# Yamaha ATV/4 Wheeler Problem



## Davexx1 (Dec 1, 2008)

I noticed that one rear wheel was wobbling on the axle of my 2005 Yamaha Big Bear 400 4 wheeler.  I thought it would be a bad wheel bearing but after pulling the wheel and wheel hub, I discovered that is a splined assembly. There is no wheel bearings at the wheel hub.

The problem I have is apparently the axle shaft nut there did not have a cotter pin in it from the factory, the nut backed off a bit which allowed the wheel hub assembly to become loose on the splined axle shaft. No telling how long this has been loose but it has worn the splines in either one or both the wheel hub and/or the end of the axle shaft.

I cleaned it all up, brushed all of the rust and corrosion out of the splines, applied marine grade grease, reassembled all, tightened up well with new heavy duty cotter pin. After a test ride in the woods, I found the wheel hub has loosened up again and is wobbling on the axle splines. I think the splines in one or both are worn to the point they cannot prevent the hub from being a sloppy fit on the shaft and it will wobble around and continue to wear.

I am guessing I will have to replace one or both wheel hub and/or axle shaft. If the rear axle has to be replaced, that will be a major deal as the rear end will likely have to be disassembed.

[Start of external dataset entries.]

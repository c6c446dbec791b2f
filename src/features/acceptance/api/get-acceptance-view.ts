import { queryOptions, useQuery } from '@tanstack/react-query';
import type { AcceptanceView } from '@shared/schemas/acceptance';
import { queryKeys } from '@/lib/query-keys';
import { apiGet } from '@/lib/api-client';

export const getAcceptanceView = (airframeId: number, signal?: AbortSignal) =>
  apiGet<AcceptanceView>(`/airframes/${airframeId}/acceptance-view`, signal);

export const acceptanceViewQueryOptions = (airframeId: number) =>
  queryOptions({
    queryKey: queryKeys.airframes.acceptanceView(airframeId),
    queryFn: ({ signal }) => getAcceptanceView(airframeId, signal),
    staleTime: 0,
  });

/** A hold opened or a check expiring changes what the pilot may accept, so the view keeps itself fresh. */
export const useAcceptanceView = (airframeId: number) =>
  useQuery({ ...acceptanceViewQueryOptions(airframeId), refetchInterval: 15_000 });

Any experienced Yamaha ATV mechanics out there? I need some info.

Thanks, Dave


----------



## fishbait (Dec 1, 2008)

U can replace the axel with out rear end being tottally disassembled. But for a cheaper fix u can just weld the hub to the axel for now until u need to replace the brakes or bearings. Then replace the axle and hub or hubs.


----------



## red dirt (Dec 7, 2008)

you can also order new hubs or get them off ebay,  i have had a lot of success with this.  the axle is much harder than the hub, so the hub wears before the axle most times.


----------



## Redneck Maguiver (Dec 7, 2008)

Suggestion-  Wrap the axle spline with the smallest lead solder you can get, not too heavy of a wrap, than reinstall it all.  This should compress into the void's and correct itself till all new parts can be assembled. 
This is an old machinist trick to shim dies up till time to resharpen them.


----------



## Davexx1 (Dec 8, 2008)

I can clearly see the splines on my axle are worn down alot.  The splines inside the hub are probably as badly worn, if not worse.

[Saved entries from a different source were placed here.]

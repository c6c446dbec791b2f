import { useMutation, useQueryClient } from '@tanstack/react-query';
import type { AcceptanceRecord } from '@shared/schemas/acceptance';
import { apiPost } from '@/lib/api-client';
import { useSignOnce } from '@/lib/sign-once';
import { acceptanceViewQueryOptions } from './get-acceptance-view';

export const acceptAirframe = (airframeId: number, pin: string, requestId?: string) =>
  apiPost<AcceptanceRecord>(`/airframes/${airframeId}/accept`, { pin, requestId });

export function useAcceptAirframe(airframeId: number) {
  const queryClient = useQueryClient();
  const sign = useSignOnce((pin: string, requestId) => acceptAirframe(airframeId, pin, requestId));
  return useMutation({
    mutationFn: sign,
    onSettled: () =>
      void queryClient.invalidateQueries({ queryKey: acceptanceViewQueryOptions(airframeId).queryKey }),
  });
}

I found some very thin brass shim material and cut a strip exactly as wide as the splined section of the axle, wrapped the brass shim material around the axle, and cut it exactly the length of one full wrap.

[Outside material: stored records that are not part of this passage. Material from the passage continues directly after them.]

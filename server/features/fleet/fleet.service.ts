import type { Sequelize, Transaction } from 'sequelize';
import QRCode from 'qrcode';
import {
  tagShortCode,
  type AirframeInput,
  type FleetAirframe,
  type TagSheetEntry,
} from '@shared/schemas/fleet';
import { isDuplicateKey } from '@server/db/unique-violation';
import { updateRow } from '@server/db/rows';
import {
  basesByCode,
  fleetRows,
  insertAirframe,
  insertTag,
  liveTags,
  lockAirframe,
  typeAndBase,
  activeAirframeWithRegistration,
  type Airframe,
} from './fleet.repository';
import { appendAuditEvent, updateAudited } from '@server/audit/audit-trail';
import { randomToken } from '@server/security/hashing';
import { badRequest, conflict, notFound, refusal } from '@server/errors/app-error';
import { inTransaction } from '@server/db/retry';

export const tagUrl = (origin: string, token: string) => `${origin}/t/${token}`;

export async function listBases() {
  const bases = await basesByCode();
  return bases.map((b) => ({ id: b.id, code: b.code, name: b.name }));
}

export async function listFleet(): Promise<FleetAirframe[]> {
  const [airframes, types, bases, tags] = await fleetRows();
  const typeById = new Map(types.map((t) => [t.id, t]));
  const baseById = new Map(bases.map((b) => [b.id, b]));
  return airframes.map((a) => {
    const own = tags.filter((t) => t.airframeId === a.id);
    const live = own.find((t) => t.revokedAt === null);
    const base = baseById.get(a.baseId);
    return {
      id: a.id,
      fleetNumber: a.fleetNumber,
      serial: a.serial,
      type: { id: a.typeId, code: typeById.get(a.typeId)?.code ?? '?' },
      base: { id: a.baseId, code: base?.code ?? '?', name: base?.name ?? '?' },
      hours: Number(a.hours),
      flights: Number(a.flights ?? 0),
      registration: a.registration ?? null,
      active: a.active,
      tag: live
        ? {
            id: live.id,
            token: live.token,
            shortCode: tagShortCode(live.token),
            issuedAt: live.issuedAt.toISOString(),
          }
        : null,
      revokedTags: own.length - (live ? 1 : 0),
    };
  });
}

async function assertRefs(input: AirframeInput) {
  const [type, base] = await typeAndBase(input.typeId, input.baseId);
  if (!type)
    throw badRequest('unknown_type', refusal('types.typeGone'), {
      path: 'typeId',
    });
  if (!base)
    throw badRequest('unknown_base', refusal('bases.baseGone'), {
      path: 'baseId',
    });
}

const fleetNumberTaken = (fleetNumber: string) =>
  conflict('fleet_number_taken', refusal('fleet.fleetNumberTaken', { fleetNumber }), {
    path: 'fleetNumber',
  });

/** The holder's fleet number, when it is known. */
const registrationTaken = (registration: string, holder?: string) =>
  conflict(
    'registration_taken',
    holder === undefined
      ? refusal('fleet.registrationTakenElsewhere', { registration })
      : refusal('fleet.registrationTaken', { registration, holder }),
    { path: 'registration' },
  );

/** Refuses a mark another airframe in service carries, naming it; the unique index settles a race. */
async function assertRegistrationFree(registration: string | null | undefined, exceptId?: number) {
  if (!registration) return;
  const holder = await activeAirframeWithRegistration(registration);
  if (holder && holder.id !== exceptId) throw registrationTaken(registration, holder.fleetNumber);
}

/** Which unique key refused the write: the registration's index names itself in the driver's message. */
function duplicateOf(err: unknown, input: AirframeInput) {
  const text = err instanceof Error ? `${err.message} ${String((err as { parent?: unknown }).parent)}` : '';
  return /active_registration/.test(text) && input.registration
    ? registrationTaken(input.registration)
    : fleetNumberTaken(input.fleetNumber);
}

async function issueTag(
  sequelize: Sequelize,
  transaction: Transaction,
  airframe: Airframe,
  actorId: number,
  now: Date,
) {
  const tag = await insertTag(
    { airframeId: airframe.id, token: randomToken(12), issuedAt: now, revokedAt: null },
    transaction,
  );
  await appendAuditEvent(sequelize, transaction, {
    actorId,
    action: 'tag.issued',
    entity: 'tag',
    entityId: String(tag.id),
    payload: { airframe: airframe.fleetNumber, shortCode: tagShortCode(tag.token) },
    at: now,
  });
  return tag;
}

export async function createAirframe(sequelize: Sequelize, input: AirframeInput, actorId: number) {
  await assertRefs(input);
  await assertRegistrationFree(input.registration);
  const now = new Date();
  try {
    return await inTransaction(sequelize, async (transaction) => {
      const airframe = await insertAirframe({ ...input }, transaction);
      await appendAuditEvent(sequelize, transaction, {
        actorId,
        action: 'airframe.created',
        entity: 'airframe',
        entityId: String(airframe.id),
        payload: { ...input },
        at: now,
      });
      await issueTag(sequelize, transaction, airframe, actorId, now);
      return { id: airframe.id };
    });
  } catch (err) {
    if (isDuplicateKey(err)) throw duplicateOf(err, input);
    throw err;
  }
}

export async function updateAirframe(
  sequelize: Sequelize,
  id: number,
  input: AirframeInput,
  actorId: number,
) {
  await assertRefs(input);
  await assertRegistrationFree(input.registration, id);
  try {
    return await inTransaction(sequelize, async (transaction) => {
      const airframe = await lockAirframe(id, transaction);
      if (!airframe) throw notFound(refusal('airframes.airframeGone'));
      const before = {
        fleetNumber: airframe.fleetNumber,
        serial: airframe.serial,
        typeId: airframe.typeId,
        baseId: airframe.baseId,
        hours: Number(airframe.hours),
        flights: Number(airframe.flights ?? 0),
        registration: airframe.registration ?? null,
      };
      const after = {
        ...input,
        flights: input.flights ?? before.flights,
        registration: input.registration === undefined ? before.registration : input.registration,
      };
      if (after.flights < before.flights) {
        throw badRequest(
          'flights_backwards',
          refusal('fleet.flightsBackwards', {
            fleetNumber: airframe.fleetNumber,
            flown: { decimal: before.flights, places: 0 },
            entered: { decimal: after.flights, places: 0 },
          }),
          { path: 'flights', last: before.flights },
        );
      }
      const changed = await updateAudited(
        sequelize,
        transaction,
        airframe,
        { before, after },
        {
          actorId,
          action: 'airframe.changed',
          entity: 'airframe',
          entityId: String(id),
        },
      );
      return { id, changed };
    });
  } catch (err) {
    if (isDuplicateKey(err)) throw duplicateOf(err, input);
    throw err;
  }
}

/** A dirty or lost tag is replaced: the old one is refused (410) from this instant. */
export async function reissueTag(sequelize: Sequelize, airframeId: number, actorId: number) {
  const now = new Date();
  return inTransaction(sequelize, async (transaction) => {
    const airframe = await lockAirframe(airframeId, transaction);
    if (!airframe) throw notFound(refusal('airframes.airframeGone'));
    const live = await liveTags(airframeId, transaction);
    for (const old of live) {
      await updateRow(old, { revokedAt: now }, transaction);
      await appendAuditEvent(sequelize, transaction, {
        actorId,
        action: 'tag.revoked',
        entity: 'tag',
        entityId: String(old.id),
        payload: { airframe: airframe.fleetNumber, shortCode: tagShortCode(old.token), reason: 'reissued' },
        at: now,
      });
    }
    const tag = await issueTag(sequelize, transaction, airframe, actorId, now);
    return {
      airframeId,
      tag: { id: tag.id, token: tag.token, shortCode: tagShortCode(tag.token) },
      revoked: live.length,
    };
  });
}

export async function tagSheet(origin: string, ids?: number[]): Promise<TagSheetEntry[]> {
  const fleet = (await listFleet()).filter((a) => a.active && a.tag && (!ids || ids.includes(a.id)));
  return Promise.all(
    fleet.map(async (a) => {
      const url = tagUrl(origin, a.tag!.token);
      return {
        airframeId: a.id,
        fleetNumber: a.fleetNumber,
        registration: a.registration,
        typeCode: a.type.code,
        url,
        shortCode: a.tag!.shortCode,
        qrSvg: await QRCode.toString(url, { type: 'svg', errorCorrectionLevel: 'M', margin: 2 }),
      };
    }),
  );
}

Slowly worked the hub onto the axle splines over top of the shim material.  It took a while, but I finally got the hub all the way onto the axle splines.  Replaced castle nut, tightened as tight as I dare, replaced cotter pin.  The wheel hub then felt pretty tight on the axle.

I have run the 4 wheeler several times since and am just now noticing that the hub is getting loose on the axle splines again.  Not sure if I can repeat with a new and possibly thicker shim material or not.

The brass shim material I am using is just a few thousants of an inch thick.  I doubt I can get the hub over anything thicker than that.  The solder sounds like it would be much too thick and it would not be possible to get the hub on the axle.???

Anyone have an electronic copy of the repair manual for this ATV or can tell me the steps to remove and replace the axle?

Thanks, Dave


----------



## red dirt (Dec 8, 2008)

give this link a try, http://www.maxmekker.com/atv.asp


downloadable service manuals


----------



## Davexx1 (Dec 8, 2008)

I went to the maxmekker website, downloaded one of the manuals and it is a supplemental manual of some kind and not the real repair manual.  I have found that same thing on several repair manual web sites.  I don't know what the deal is on those manuals but they do not provide much mechanical information.

My 4 wheeler is a 2004 Yamaha Big Bear 400 4 wheel drive.  Its model number is: YFM400FWS.  I have tried, but am unable, to find an on line service/repair manual.  Not sure if I am looking in the wrong places or not.

Dave


----------



## red dirt (Dec 8, 2008)

http://www.partforyamaha.com/pages/parts/viewbybrand/2/Yamaha.aspx


try this, go to rear wheel,  schematic for axle removal


----------



## 2tines (Dec 8, 2008)

get a bar and tighten as tight as you can ,run it for awhile then retighten. do this a couple of times and it should help.


----------



## Davexx1 (Dec 8, 2008)

That was a good breakdown for parts, part numbers, prices, etc.  I noticed the axle price there ($237) was much cheaper than what I had been quoted here locally ($378).  Shipping would add to the cost though.

Not sure of the steps to actually remove old and install new axle.  Shouldn't be too tough, but would like to know how it comes out, goes in, etc.  A service/repair manual may list the axle replacement, steps, what order, etc.

I have tightened the nut as tight as I thought I could without stripping the threads.

Dave


----------



## Davis31052 (Dec 9, 2008)

You might want to try and swap the tires from side to side. If the one from the other side stays tight, then just buy a new hub and put it on. If it gets loose too, you'll need to replace the axle and hub assemblies.


----------